UX Requirements for Voice Interfaces

Defining UX requirements for a Voice User Interface Product

Published in

UX Collective

4 min readNov 17, 2018

I have been designing Voice UX for about two and a half years. During this period, I was lucky to get to work on a plethora of domains, devices, and platforms. I have had opportunities to work with a melange of designers and add new tools to my skill set.

I also got a chance to experiment with my process — from implementing theoretical methods, borrowing from my fellow designers, learning from my pet projects.

Here, I am trying to document my Voice User Experience(VUX) design which I have now roughly settled on. (I am no way claiming that you should adopt this process, or that it is the best/only process. I am sharing my two cents, on the off chance that somebody finds it helpful.)

Ok, so here goes..

When designing for Voice, I can roughly divide my work into three phases: 1. Discover & Define 2. Ideate & Design 3. Evaluate

In this post, I would expand on the Discover & Define phase. This phase is a collaboration with Product Managers(PM), Developers, and Marketing teams.

Project Kick-off & Validation

The starting point for any project is a loose brief of the project idea — the high-level purpose of the project.
Ex: I want users to be able to access Goodreads through voice.
(I will be using a Goodreads voice app as an example throughout the article)

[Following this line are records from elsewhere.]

import { DomainInputError } from '../errors.js';
/**
 * Band length of a two-wheel saw from its wheels and centre distance, and the centre distance a band length needs.
 * All lengths in mm. Enter the diameters the band actually runs on (with a tyre, over the tyre); the band's own
 * thickness puts its mid-plane a further t/2 out on each wheel, adding π·t to the length, which is within the
 * tolerance a band is welded to and is left out.
 */
import { requirePositive } from '../units/guards.js';

export interface Wheels {
  /** Diameter of the driven wheel, mm. */
  driveWheelDiameterMm: number;
  /** Diameter of the idler (tension) wheel, mm. */
  idlerWheelDiameterMm: number;
}

function checkWheels({ driveWheelDiameterMm, idlerWheelDiameterMm }: Wheels): void {
  requirePositive(driveWheelDiameterMm, 'Drive wheel diameter', 'mm');
  requirePositive(idlerWheelDiameterMm, 'Idler wheel diameter', 'mm');
}

/**
 * Centre distance at which the wheels would touch, (D1 + D2)/2 in mm. Any real saw is above it, and the
 * formulas below require it.
 */
export function touchingCentreDistanceMm(wheels: Wheels): number {
  checkWheels(wheels);
  return (wheels.driveWheelDiameterMm + wheels.idlerWheelDiameterMm) / 2;
}

function checkCentreDistance(wheels: Wheels, centreDistanceMm: number): void {
  requirePositive(centreDistanceMm, 'Centre distance', 'mm');
  const touching = touchingCentreDistanceMm(wheels);
  if (centreDistanceMm <= touching) {
    throw new DomainInputError(
      `Centre distance must be more than ${touching} mm (half the sum of the wheel diameters), or the wheels overlap`,
    );
  }
}

/** Open-belt formula without guards: L = 2C + π(D1 + D2)/2 + (D1 − D2)²/(4C). */
function openBeltLength(d1: number, d2: number, c: number): number {
  return 2 * c + (Math.PI * (d1 + d2)) / 2 + (d1 - d2) ** 2 / (4 * c);
}

/** Exact tangent geometry without guards; defined down to the touching distance, where |sin φ| ≤ 1. */
function exactLength(d1: number, d2: number, c: number): number {
  const phi = Math.asin((d1 - d2) / (2 * c));
  return 2 * c * Math.cos(phi) + (Math.PI * (d1 + d2)) / 2 + phi * (d1 - d2);
}

/**
 * Band length by the open-belt formula L = 2C + π(D1 + D2)/2 + (D1 − D2)²/(4C), in mm. Exact for equal wheels
 * (2C + πD); for unequal wheels it reads short of the exact geometry by about (D1 − D2)⁴/(192·C³), far below a
 * millimetre on a saw.
 */
export function bandLengthMm({ centreDistanceMm, ...wheels }: Wheels & { centreDistanceMm: number }): number {
  checkCentreDistance(wheels, centreDistanceMm);
  return openBeltLength(wheels.driveWheelDiameterMm, wheels.idlerWheelDiameterMm, centreDistanceMm);
}

/**
 * Band length from the exact geometry of two wheels and their outer tangents, in mm:
 * L = 2C·cos φ + π(D1 + D2)/2 + φ(D1 − D2), where sin φ = (D1 − D2)/(2C).
 */
export function bandLengthExactMm({ centreDistanceMm, ...wheels }: Wheels & { centreDistanceMm: number }): number {
  checkCentreDistance(wheels, centreDistanceMm);
  return exactLength(wheels.driveWheelDiameterMm, wheels.idlerWheelDiameterMm, centreDistanceMm);
}

/**
 * Shortest band (mm) the open-belt formula allows on these wheels: its length at the touching distance. Any band
 * must be longer than this.
 */
export function shortestBandLengthMm(wheels: Wheels): number {
  return openBeltLength(wheels.driveWheelDiameterMm, wheels.idlerWheelDiameterMm, touchingCentreDistanceMm(wheels));
}

/** Checks a band length against the shortest that clears the wheels; returns the touching centre distance. */
function checkBandLength(wheels: Wheels, lengthMm: number, lengthAt: (c: number) => number): number {
  requirePositive(lengthMm, 'Band length', 'mm');
  const touching = touchingCentreDistanceMm(wheels);
  const shortest = lengthAt(touching);
  if (lengthMm <= shortest) {
    throw new DomainInputError(
      `A ${lengthMm} mm band is too short for these wheels: it must be longer than ${Math.ceil(shortest)} mm, or the wheels overlap`,
    );
  }
  return touching;
}

/**
 * Centre distance (mm) at which the open-belt formula gives `bandLengthMm`: the larger root of
 * 8C² − 4(L − P)C + (D1 − D2)² = 0 with P = π(D1 + D2)/2, C = [(L − P) + √((L − P)² − 2(D1 − D2)²)]/4.
 * The smaller root puts the wheels inside each other. Throws when the band is too short for the wheels.
 */
export function centreDistanceForBandLengthMm({
  bandLengthMm: lengthMm,
  ...wheels
}: Wheels & { bandLengthMm: number }): number {
  const { driveWheelDiameterMm: d1, idlerWheelDiameterMm: d2 } = wheels;
  checkBandLength(wheels, lengthMm, () => shortestBandLengthMm(wheels));
  const spare = lengthMm - (Math.PI * (d1 + d2)) / 2;
  // The discriminant is positive: 2C + (D1 − D2)²/(4C) is least, √2·|D1 − D2|, at C = |D1 − D2|/(2√2), which is
  // below the touching distance, so any band longer than the shortest has L − P above that least value.
  return (spare + Math.sqrt(spare * spare - 2 * (d1 - d2) ** 2)) / 4;
}

/**
 * Centre distance (mm) at which the exact geometry gives `bandLengthMm`, found by bisection. The exact length
 * grows steadily with C (dL/dC = 2·cos φ > 0), so there is one answer above the touching distance, and it lies
 * below L/2: there the length is L·cos φ + P + φ(D1 − D2) with sin φ = (D1 − D2)/L, which exceeds L because
 * φ·sin φ ≥ 1 − cos φ and P > 0.
 */
export function centreDistanceForBandLengthExactMm({
  bandLengthMm: lengthMm,
  ...wheels
}: Wheels & { bandLengthMm: number }): number {
  const { driveWheelDiameterMm: d1, idlerWheelDiameterMm: d2 } = wheels;
  let low = checkBandLength(wheels, lengthMm, (c) => exactLength(d1, d2, c));
  let high = lengthMm / 2;
  for (let i = 0; i < 200 && high - low > 1e-12 * high; i++) {
    const mid = (low + high) / 2;
    if (exactLength(d1, d2, mid) < lengthMm) low = mid;
    else high = mid;
  }
  return (low + high) / 2;
}
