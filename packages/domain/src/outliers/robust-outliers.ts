import { mean, median, medianAbsoluteDeviation, quantile } from 'simple-statistics';
import { outlierInputSchema, type OutlierInput, type OutlierRule } from './schema.js';

/**
 * Modified z-score M = 0.6745 · (x − median) / MAD (Iglewicz & Hoaglin 1993, "How to Detect and Handle
 * Outliers"; NIST/SEMATECH e-Handbook of Statistical Methods §1.3.5.17). 0.6745 is the 0.75 quantile of the
 * standard normal, so M is on the scale of an ordinary z-score for normal data.
 */
export const MODIFIED_Z_FACTOR = 0.6745;

/**
 * Fallback when MAD = 0: M = (x − median) / (1.253314 · MeanAD) = 0.7979 · (x − median) / MeanAD, where MeanAD
 * is the mean absolute deviation from the median and 0.7979 ≈ √(2/π) is the mean absolute deviation of the
 * standard normal. From memory (a variant used by a common statistics package), not from the 1993 book.
 */
export const MEAN_AD_FACTOR = 0.7979;

export type OutlierScale = 'mad' | 'mean_absolute_deviation';

export interface OutlierItem {
  id: string;
  value: number;
  /** Null when the group is too small or has no spread to scale by. */
  modifiedZ: number | null;
  outsideFences: boolean;
  flagged: boolean;
  direction: 'high' | 'low' | null;
  /** value − median, in the value's own unit. */
  deviationFromMedian: number;
  /** value ÷ median; null when the median is 0. */
  ratioToMedian: number | null;
  reason: string;
}

export interface OutlierResult {
  groupSize: number;
  rule: OutlierRule;
  threshold: number;
  median: number | null;
  mad: number | null;
  /** Which spread M was scaled by; null when M could not be computed. */
  scale: OutlierScale | null;
  q1: number | null;
  q3: number | null;
  iqr: number | null;
  lowerFence: number | null;
  upperFence: number | null;
  flaggedCount: number;
  /** Why nothing (or something unusual) was done for the whole group; null when the normal path ran. */
  notice: string | null;
  items: OutlierItem[];
}

const fmt = (x: number): string => String(Number(x.toPrecision(4)));

/**
 * Robust outliers among comparable saws. Each value gets the modified z-score and is compared with Tukey's
 * fences Q1 − k·IQR and Q3 + k·IQR (k = 1.5). Median, MAD and quartiles come from simple-statistics, whose
 * quantile is the linear-interpolation definition (type 7 of Hyndman & Fan 1996, R's default).
 *
 * - Fewer items than `minGroupSize` (default 5): nothing is flagged, and `notice` says why.
 * - MAD = 0: by default M falls back to the mean absolute deviation (see `MEAN_AD_FACTOR`); with
 *   `madZero: 'no_flags'` nothing is flagged. If every value is equal nothing is flagged.
 * - `rule` picks the flag: the modified z-score (default), the fences, either, or both.
 */
export function findOutliers(input: OutlierInput): OutlierResult {
  const v = outlierInputSchema.parse(input);
  const values = v.items.map((i) => i.value);
  const n = values.length;

  if (n === 0) {
    return {
      groupSize: 0,
      rule: v.rule,
      threshold: v.threshold,
      median: null,
      mad: null,
      scale: null,
      q1: null,
      q3: null,
      iqr: null,
      lowerFence: null,
      upperFence: null,
      flaggedCount: 0,
      notice: 'No saws in the group.',
      items: [],
    };
  }

  const med = median(values);
  const mad = medianAbsoluteDeviation(values);
  const [q1, q3] = quantile(values, [0.25, 0.75]) as [number, number];
  const iqr = q3 - q1;
  const lowerFence = q1 - v.fenceMultiplier * iqr;
  const upperFence = q3 + v.fenceMultiplier * iqr;
  const tooSmall = n < v.minGroupSize;

  let scale: OutlierScale | null = null;
  let divisor = 0;
  let notice: string | null = null;
  if (tooSmall) {
    notice = `Only ${n} comparable saw${n === 1 ? '' : 's'}; at least ${v.minGroupSize} are needed before any is flagged.`;
  } else if (mad > 0) {
    scale = 'mad';
    divisor = mad / MODIFIED_Z_FACTOR;
  } else {
    const meanAd = mean(values.map((x) => Math.abs(x - med)));
    if (meanAd === 0) {
      notice = 'Every saw in the group has the same value: nothing to flag.';
    } else if (v.madZero === 'no_flags') {
      notice = 'More than half the saws share the same value (MAD = 0): no saw is flagged.';
    } else {
      scale = 'mean_absolute_deviation';
      divisor = meanAd / MEAN_AD_FACTOR;
      notice =
        'More than half the saws share the same value (MAD = 0): scores use the mean absolute deviation instead.';
    }
  }
  // Without a usable scale for M (too few saws, all equal, or MAD = 0 under 'no_flags') nothing is flagged,
  // by the fences either, so one group never gets two contradicting verdicts.
  const canFlag = scale !== null;

  // How each value was judged, in words. Worked out when first read: a fleet-wide review judges thousands of saws
  // and reads the words of the few it flags, and formatting every number was a good share of its time.
  const reasonOf = (item: Omit<OutlierItem, 'id' | 'reason'>): string => {
    if (!canFlag) return notice!;
    const { value, modifiedZ, outsideFences, flagged, direction, deviationFromMedian, ratioToMedian } = item;
    const zText = `modified z-score ${fmt(modifiedZ!)} (limit ±${fmt(v.threshold)})`;
    const fenceText = outsideFences
      ? value > upperFence
        ? `above the upper fence ${fmt(upperFence)}`
        : `below the lower fence ${fmt(lowerFence)}`
      : `inside the fences ${fmt(lowerFence)} to ${fmt(upperFence)}`;
    const howMuch =
      ratioToMedian === null
        ? `${fmt(deviationFromMedian)} from the median`
        : `${fmt(ratioToMedian)}× the group median of ${fmt(med)}`;
    return flagged
      ? `${fmt(value)} is unusually ${direction}: ${howMuch}; ${zText}, ${fenceText}.`
      : `${fmt(value)} is in line with the group: ${zText}, ${fenceText}.`;
  };

  const items: OutlierItem[] = v.items.map(({ id, value }) => {
    const deviationFromMedian = value - med;
    const ratioToMedian = med === 0 ? null : value / med;
    const modifiedZ = scale === null ? null : deviationFromMedian / divisor;
    const zFlag = modifiedZ !== null && Math.abs(modifiedZ) > v.threshold;
    const outsideFences = value < lowerFence || value > upperFence;
    const fenceFlag = canFlag && outsideFences;
    const flagged = canFlag && ruleFlags(v.rule, zFlag, fenceFlag);
    const direction = flagged ? (deviationFromMedian > 0 ? 'high' : 'low') : null;
    let reason: string | undefined;
    return {
      id,
      value,
      modifiedZ,
      outsideFences,
      flagged,
      direction,
      deviationFromMedian,
      ratioToMedian,
      // An own, enumerable getter: the item reads, spreads and serialises as if the words were stored.
      get reason() {
        return (reason ??= reasonOf(this));
      },
    };
  });

  return {
    groupSize: n,
    rule: v.rule,
    threshold: v.threshold,
    median: med,
    mad,
    scale,
    q1,
    q3,
    iqr,
    lowerFence,
    upperFence,
    flaggedCount: items.filter((i) => i.flagged).length,
    notice,
    items,
  };
}

const RULE_TESTS: Record<OutlierRule, (zFlag: boolean, fenceFlag: boolean) => boolean> = {
  modified_z: (z) => z,
  fences: (_z, f) => f,
  either: (z, f) => z || f,
  both: (z, f) => z && f,
};

function ruleFlags(rule: OutlierRule, zFlag: boolean, fenceFlag: boolean): boolean {
  return RULE_TESTS[rule](zFlag, fenceFlag);
}
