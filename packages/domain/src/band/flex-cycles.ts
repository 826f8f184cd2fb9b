/**
 * How often a running band is bent round its wheels. Each time a point of the band runs onto a wheel it is bent
 * and straightened again: one bending cycle per wheel per pass. The twist through the guide arms is not counted.
 */
import { requireCount, requirePositive } from '../units/guards.js';

export interface FlexCyclesInput {
  /** Band speed, m/min. */
  bandSpeedMPerMin: number;
  /** Band length, mm. */
  bandLengthMm: number;
  /** Wheels the band wraps; 2 on most saws. */
  wheelCount?: number;
}

export interface FlexCycles {
  /** Times a given point of the band goes round per hour: speed ÷ length × 60. */
  passesPerHour: number;
  /** Bending cycles per hour at a given point: passes × wheels (one cycle per wheel bend). */
  bendCyclesPerHour: number;
}

/** Passes and bending cycles per hour of running time for a band of a given length at a given speed. */
export function flexCycles({ bandSpeedMPerMin, bandLengthMm, wheelCount = 2 }: FlexCyclesInput): FlexCycles {
  requirePositive(bandSpeedMPerMin, 'Band speed', 'm/min');
  requirePositive(bandLengthMm, 'Band length', 'mm');
  requireCount(wheelCount, 'Wheels');
  const passesPerHour = (bandSpeedMPerMin / (bandLengthMm / 1000)) * 60;
  return { passesPerHour, bendCyclesPerHour: passesPerHour * wheelCount };
}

To check the possibility of a compelling product, a research phase is necessary. The following needs to be covered:
1. User Needs: What is the user need that the product is addressing? What are the main tasks users will be performing? Who is the target audience, and what are their expectations from a voice interface?
The methods used could be primary (user interviews), or secondary ( existing research, analytics from an existing product).

2. Competitor Audit: If a similar product exists in the marketplace, looking into its user reception & feedback helps to find points of interest. Moreover, this gives an idea regarding user mental models & expectations.

3. Research the platform/tech: If working on a new voice platform, it is very important to grasp its capabilities & limitations. Points considered are follow-up support, multiple-user support, barge-in command support, anaphora, etc. (If you are completely new to voice interfaces, you can refer to this VUI glossary to understand a few jargons.)

Another important consideration is if the platform has/needs a display component. That will impact the supported features and goals.

User Scenarios

Based on the (primary/secondary) research, we can now create a few core user scenarios.

Ex: in Goodreads, few user scenarios:

John’s friend, Andrew mentions an amazing book he has recently completed. He insists that John should definitely read it. John adds the book to his ‘to-read’ shelf.
Sally is binging on Netflix after a long day at work. The title of the book in one of the character’s hand looks quite appealing. She looks up the book on Goodreads.

Mostly, the core functionality of an app becomes the most important user scenario. Ex: a weather app offering information on weather, and alerts. However, in some cases, that may not hold true. Ex: in Goodreads, scrolling to check friend’s activity doesn’t seem a scenario for voice interface.

Journey Mapping

For each of the user scenarios, we outline the user journey to find where voice modality can fit in.
We look into each step to see voice is suited to complete the task.

Here, all the steps can be supported by voice

Voice-only may not be the best medium for the last task

For beginners, Webcredible’s checklist is a good resource about deciding if voice would be a correct modality for a task.

Defining Goals/Capabilities

From the journey maps, we can now decide the user goals that will be supported:
1. If all the steps are suitable for voice, and the platform supports all the tasks, that journey can be a goal.
2. If a step is not suited for voice, is it possible (good UX) to complete a part of the task, and let the user finish the rest (synced device)? If so, it can be added as a goal.

Goal 1: Look up a book.
Goal 2: Look up rating of a book
Goal 3: Mark a book as to-read, currently reading, read
etc.

Note: For some cases, some core goals need to be added even if they don’t fulfill these criteria.
Ex: A banking app needs to handle the user utterance to transfer money, even if the platform/tech doesn’t handle it. Designing for that goal is all about the best way of error-handling.

Defining Personality

In voice interfaces, the product’s personality is overt. The personality is defined by the voice and tone of verbal interactions.
For existing services, personality may already be defined. That can be referenced to maintain a consistent personality across mediums.
If the personality is yet to be created, it needs to align with the product’s purpose.

Also to be factored in is the platform’s defined persona, ex: Alexa has some defined rules regarding her behavior.

This concludes the define phase.
Documents at the end of the phase: The Product Spec, usually maintained by PM. (This may get updated later, based on unforeseen issues during design and development phase)

Note: I am in no way affiliated to Goodreads, just a frequent user of the product.